RepeatMasker
Overview
RepeatMasker is a program that screens DNA sequences for interspersed repeats and low complexity DNA sequences.
Version 4.0.9 (patch 2) is available on the CSF3.
Restrictions on use
This software is opensource.
Set up procedure
To access the software you must first load the modulefile:
module load apps/gcc/repeatmasker/4.0.9.p2
Running the application
Please do not run RepeatMasker on the login node. Jobs should be submitted to the compute nodes via batch.

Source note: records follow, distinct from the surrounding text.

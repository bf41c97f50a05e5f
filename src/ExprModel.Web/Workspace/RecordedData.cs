using ExprModel.Core.Confrontation;
using ExprModel.Core.Export;
using ExprModel.Core.Expression;
using ExprModel.Core.Mapping;
using ExprModel.Core.Recordings;
using ExprModel.Web.Simulation;

namespace ExprModel.Web.Workspace;

/// <summary>
/// What this tab knows was recorded: the per-cell recorded-features table (the metadata table by default, or an uploaded
/// one) with its columns matched to read-outs by the library's <see cref="ReadoutMatcher"/> (the match shown and
/// editable), and recorded sweep families per cell id with their read-outs measured by <see cref="RecordingFeatures"/>
/// (the simulator's definitions). <see cref="ValuesFor"/> gives the recorded values of a model's target.
/// </summary>
public sealed class RecordedData
{
    private readonly Dictionary<string, RecordedCell> _cells = new(StringComparer.Ordinal);
    private readonly Dictionary<string, RecordedReadouts> _sweepReadouts = new(StringComparer.Ordinal);
    private readonly Dictionary<string, string> _choices = new(StringComparer.Ordinal);
    private Func<string, bool> _isCell = _ => true;
    private Func<string, string?> _groupOf = _ => null;

    /// <summary>The recorded-features table as read (before matching); null when none is loaded.</summary>
    public RecordedFeatureTable? Table { get; private set; }
    /// <summary>True when <see cref="Table"/> is the metadata table (the default source of recorded values).</summary>
    public bool TableIsMetadata { get; private set; }
    /// <summary>The table matched to read-outs; null without a table.</summary>
    public RecordedFeatures? Features { get; private set; }
    /// <summary>
    /// What the predictions are compared with: the recorded sweeps' read-outs joined with the table by the library
    /// (<see cref="RecordedSweepFeatures.Join"/>: a cell's sweeps win, the table's value is then named in a note), as
    /// `exprmodel compare --recordings` does; the table alone without sweeps; null with neither.
    /// </summary>
    public RecordedFeatures? Compared
    {
        get
        {
            if (_sweepReadouts.Count == 0) return Features;
            var sweeps = RecordedSweepFeatures.From(_sweepReadouts.Values.ToArray(), "recorded sweeps", _isCell);
            return Features is null ? sweeps : RecordedSweepFeatures.Join(sweeps, Features);
        }
    }
    /// <summary>The user's column choices: header to read-out name, or to "none".</summary>
    public IReadOnlyDictionary<string, string> ColumnChoices => _choices;
    /// <summary>True once <see cref="Match"/> checked the cell ids against the expression table.</summary>
    public bool MatchedToDataset { get; private set; }

    /// <summary>Recorded sweep families by cell id, and their read-outs.</summary>
    public IReadOnlyDictionary<string, RecordedCell> Cells => _cells;
    public IReadOnlyDictionary<string, RecordedReadouts> SweepReadouts => _sweepReadouts;

    /// <summary>True when some cell has a matched recorded value or recorded sweeps.</summary>
    public bool HasValues => Features is { Readouts.Count: > 0, RecordedCells.Count: > 0 } || _sweepReadouts.Count > 0;

    /// <summary>Increases on every change, so a view can tell its result is stale.</summary>
    public int Version { get; private set; }

    /// <summary>Uses <paramref name="table"/> as the recorded-features table; the column choices start afresh.</summary>
    public void UseTable(RecordedFeatureTable table, bool isMetadata)
    {
        Table = table;
        TableIsMetadata = isMetadata;
        _choices.Clear();
        Rematch();
    }

    public void ClearTable()
    {
        Table = null;
        TableIsMetadata = false;
        Features = null;
        _choices.Clear();
        Version++;
    }

    /// <summary>Measures each family's read-outs and keeps them (a cell id already held is replaced).</summary>
    public void AddSweeps(IEnumerable<RecordedCell> cells)
    {
        foreach (var c in cells)
        {
            _cells[c.CellId] = c;
            _sweepReadouts[c.CellId] = RecordingFeatures.Measure(c);
        }
        Version++;
    }

    public void ClearSweeps()
    {
        _cells.Clear();
        _sweepReadouts.Clear();
        Version++;
    }

    /// <summary>Matches column <paramref name="header"/> to <paramref name="readout"/> (a read-out name, "none", or "" for the automatic match).</summary>
    /// <exception cref="UserInputException">The column's unit does not measure that read-out (the library's message).</exception>
    public void Choose(string header, string readout)
    {
        var before = _choices.GetValueOrDefault(header);
        if (readout.Length == 0) _choices.Remove(header);
        else _choices[header] = readout;
        try { Rematch(); }
        catch (UserInputException)
        {
            if (before is null) _choices.Remove(header); else _choices[header] = before;
            Rematch();
            throw;
        }
    }

    /// <summary>
    /// Ties the recorded data to the expression table just read: every recorded cell must be one of its cells (an error
    /// names the file and line, or the recording), and groups come from its group column.
    /// </summary>
    /// <exception cref="UserInputException">A recorded cell is not in the expression table.</exception>
    public void Match(ExpressionDataset data)
    {
        var ids = data.Table.CellIds.ToHashSet(StringComparer.Ordinal);
        var groups = new Dictionary<string, string>(StringComparer.Ordinal);
        if (data.Groups is { } g)
            foreach (var (group, members) in g.Members)
                foreach (int i in members) groups[data.Table.CellIds[i]] = group;
        foreach (var c in _cells.Values)
            if (!ids.Contains(c.CellId))
                throw new UserInputException($"{c.Source}: recorded cell '{c.CellId}' is not a cell of {data.Table.Source}; remove the recording or load "
                    + "the table it belongs to.");
        _isCell = ids.Contains;
        _groupOf = groups.GetValueOrDefault;
        MatchedToDataset = true;
        Rematch();
    }

    /// <summary>The group of a recorded cell in the matched dataset, or null.</summary>
    public string? GroupOf(string cellId) => _groupOf(cellId);

    /// <summary>
    /// The recorded values of a model's target, by read-out name (as <c>CellReadouts.Rows()</c> names it), in the
    /// read-out's unit. For a cell: its value from its recorded sweeps, else from the recorded-features table. For a
    /// group: the mean over its recorded cells (each cell's value as for a cell), their sample SD (null below 3
    /// cells) and their number. Read-outs no cell has are absent; an empty answer means nothing was recorded.
    /// Needs <see cref="Match"/> for groups (it knows the group column).
    /// </summary>
    public IReadOnlyDictionary<string, RecordedValue> ValuesFor(ModelTarget target)
    {
        if (target.CellId is { } cell) return CellValues(cell);
        var members = RecordedCellIds().Where(c => _groupOf(c) == target.Group).Select(CellValues).ToArray();
        var result = new Dictionary<string, RecordedValue>(StringComparer.Ordinal);
        foreach (var name in members.SelectMany(m => m.Keys).Distinct(StringComparer.Ordinal))
        {
            var values = members.Where(m => m.ContainsKey(name)).Select(m => m[name]).ToArray();
            // The library's group statistics: mean over the defined values, and the SD the z-scores use.
            var spread = ReadoutSpread.Over(values.Select(v => (double?)v.Value))!;
            double? sd = AgreementStatistics.SpreadOf(values.Select(v => v.Value).ToArray());
            string source = string.Join(", ", values.Select(v => v.Source).Distinct(StringComparer.Ordinal));
            result[name] = new RecordedValue(name, values[0].Unit, spread.Mean, sd, values.Length, source);
        }
        return result;
    }

    /// <summary>
    /// Fit targets for a model's target from what it was compared with (<see cref="Compared"/>), by the library's
    /// <see cref="RecordedFitTargets.For"/> (a cell: its values with each read-out's default scale; a group: the mean
    /// scaled by the group's recorded SD); null when the target has no recorded values. The same answer comes back as
    /// the same object until the recorded data change, so a panel can tell a new pre-fill from a repeated one.
    /// </summary>
    /// <param name="areaUm2">The model's membrane area, to convert a current recorded per area (or the reverse).</param>
    public RecordedTargets? FitTargetsFor(ModelTarget? target, double areaUm2)
    {
        if (target is null || Compared is not { } compared) return null;
        // Keyed without the area: a change of the area control must not replace targets the user has edited since.
        var key = (target, Version);
        if (_targetsKey == key) return _targets is { Targets.Count: > 0 } ? _targets : null;
        _targetsKey = key;
        _targets = null;
        try
        {
            var members = target.Group is { } g ? RecordedCellIds().Where(c => _groupOf(c) == g).ToArray() : null;
            if (target.CellId is { } c ? compared.RecordedCells.Contains(c) : members is { Length: > 0 })
                _targets = RecordedFitTargets.For(compared, _sweepReadouts.Values.ToArray(), target.CellId, target.Group, members, areaUm2);
        }
        catch (ArgumentException) { _targets = null; }
        return _targets is { Targets.Count: > 0 } ? _targets : null;
    }

    private (ModelTarget, int)? _targetsKey;
    private RecordedTargets? _targets;

    /// <summary>Every cell with a recorded value or sweeps, table cells first.</summary>
    public IEnumerable<string> RecordedCellIds() =>
        (Features?.RecordedCells ?? []).Concat(_sweepReadouts.Keys.Order(StringComparer.Ordinal)).Distinct(StringComparer.Ordinal);

    private Dictionary<string, RecordedValue> CellValues(string cell)
    {
        // A cell's sweeps win over the table, as in the comparison (RecordedSweepFeatures.Join) and `exprmodel compare`.
        var result = new Dictionary<string, RecordedValue>(StringComparer.Ordinal);
        if (_sweepReadouts.TryGetValue(cell, out var swept))
        {
            foreach (var (name, unit, value) in swept.Readouts.Rows())
            {
                if (value is { } v && double.IsFinite(v)) result[name] = new RecordedValue(name, unit, v, null, 1, "sweeps");
            }
        }
        foreach (var r in Features?.Readouts ?? [])
        {
            if (!r.ValueByCell.TryGetValue(cell, out var raw) || result.ContainsKey(r.Readout)) continue;
            // A column in pA for a read-out in uA/cm2 needs a model's area; such values join the comparison on the Map page only.
            if (r.ColumnUnit.Quantity != r.ReadoutUnit.Quantity) continue;
            result[r.Readout] = new RecordedValue(r.Readout, r.ReadoutUnit.Symbol, r.InReadoutUnit(raw, null), null, 1, $"'{r.Header}'");
        }
        return result;
    }

    private void Rematch()
    {
        Version++;
        Features = null;
        if (Table is null) return;
        try { Features = ReadoutMatcher.Match(Table, _isCell, _choices); }
        catch (ExpressionFormatException e) { throw new UserInputException(e.Message); }
        catch (ArgumentException e) { throw new UserInputException(e.Message); }
    }
}
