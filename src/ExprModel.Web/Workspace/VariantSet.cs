using ExprModel.Core.Models;
using ExprModel.Web.Simulation;

namespace ExprModel.Web.Workspace;

/// <summary>The Workbench's pinned variants (up to <see cref="Max"/>, each with its colour) and the group comparison that fills them.</summary>
public sealed class VariantSet : IDisposable
{
    public const int Max = 4;
    private static readonly string[] Colors = ["#c8553d", "#2a7f62", "#7b5ea7", "#d49a2a"];

    private readonly List<Variant> _items = [];
    private CancellationTokenSource? _compareCts;

    public IReadOnlyList<Variant> Items => _items;
    public int Count => _items.Count;
    public bool IsFull => _items.Count >= Max;

    /// <summary>True while <see cref="CompareGroupsAsync"/> runs; <see cref="CompareTotal"/> groups are on their way.</summary>
    public bool Comparing { get; private set; }
    public int CompareTotal { get; private set; }

    /// <summary>Pins a variant in the next free colour; names longer than <paramref name="maxNameLength"/> are cut with an ellipsis.</summary>
    public void Add(string name, StepView step, IReadOnlyList<FiRow>? fi, IReadOnlyList<ReadoutRow> readouts, int maxNameLength)
    {
        if (IsFull) return;
        var shown = name.Length > maxNameLength ? name[..(maxNameLength - 1)] + "…" : name;
        _items.Add(new Variant(shown, Colors[_items.Count], step, fi, readouts));
    }

    /// <summary>Removes a variant; the others keep their order and take the colours in turn.</summary>
    public void Remove(Variant v)
    {
        _items.Remove(v);
        var recoloured = _items.Select((x, i) => x with { Color = Colors[i] }).ToList();
        _items.Clear();
        _items.AddRange(recoloured);
    }

    public void Clear() => _items.Clear();

    /// <summary>
    /// Pins the first <see cref="Max"/> groups' models, one after another; <paramref name="pinned"/> follows each pin,
    /// <paramref name="changed"/> each step shown, and <see cref="CancelCompare"/> stops between and during runs (the
    /// groups already pinned stay).
    /// </summary>
    /// <param name="customFi">The user's own f-I sweep, or null to show the read-outs' standard sweep.</param>
    public async Task CompareGroupsAsync(ModelRunner runner, IReadOnlyDictionary<string, ModelDocument> groups, StepProtocol protocol, FiProtocol? customFi,
        Func<Task> changed, Action pinned, Action<string> failed)
    {
        _compareCts?.Cancel();
        _compareCts?.Dispose();
        _compareCts = new CancellationTokenSource();
        var token = _compareCts.Token;
        _items.Clear();
        Comparing = true;
        CompareTotal = Math.Min(Max, groups.Count);
        await changed();
        try
        {
            foreach (var (name, model) in groups.Take(Max))
            {
                var step = await runner.StepAsync(model, protocol, token);
                var set = await runner.ReadoutsAsync(model, token, useCache: true);
                var fi = customFi is not null ? await runner.FiAsync(model, customFi, token) : set.Fi;
                token.ThrowIfCancellationRequested();
                Add(name, step, fi, set.Rows, 24);
                pinned();
                await changed();
            }
        }
        catch (OperationCanceledException) { }
        catch (Exception e) when (e is UserInputException or SimulationTimeoutException) { failed(e.Message); }
        Comparing = false;
        await changed();
    }

    public void CancelCompare()
    {
        _compareCts?.Cancel();
        Comparing = false;
    }

    public void Dispose()
    {
        _compareCts?.Cancel();
        _compareCts?.Dispose();
    }
}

Parallel batch job submission
Make sure you have the modulefile loaded then create a batch submission script, for example:
#!/bin/bash #$ -S /bin/bash #$ -V #$ -cwd #$ -pe smp.pe 4 RepeatMasker -pa $[NSLOTS / 2] sample.fas
Important notes:
- By default, RepeatMasker will start 2 threads for every CPU in the node resulting in badly overloaded nodes which will cause your jobs and those of others running on the same node to run inefficiently. Users must prevent this behavior by setting -pa N where N is equal to the number of allocated CPUs divided by 2.
- In -pa N, “N” must always be greater than or equal to 2; -pa 1 causes RepeatMasker to run as though the -pa option was not specified and to start 2 threads for each CPU.
- In the above example we use
$[NSLOTS / 2]
which automatically take the number specified on the smp.pe line and divides it by two.
Submit the jobscript using:
qsub scriptname
where scriptname is the name of your jobscript.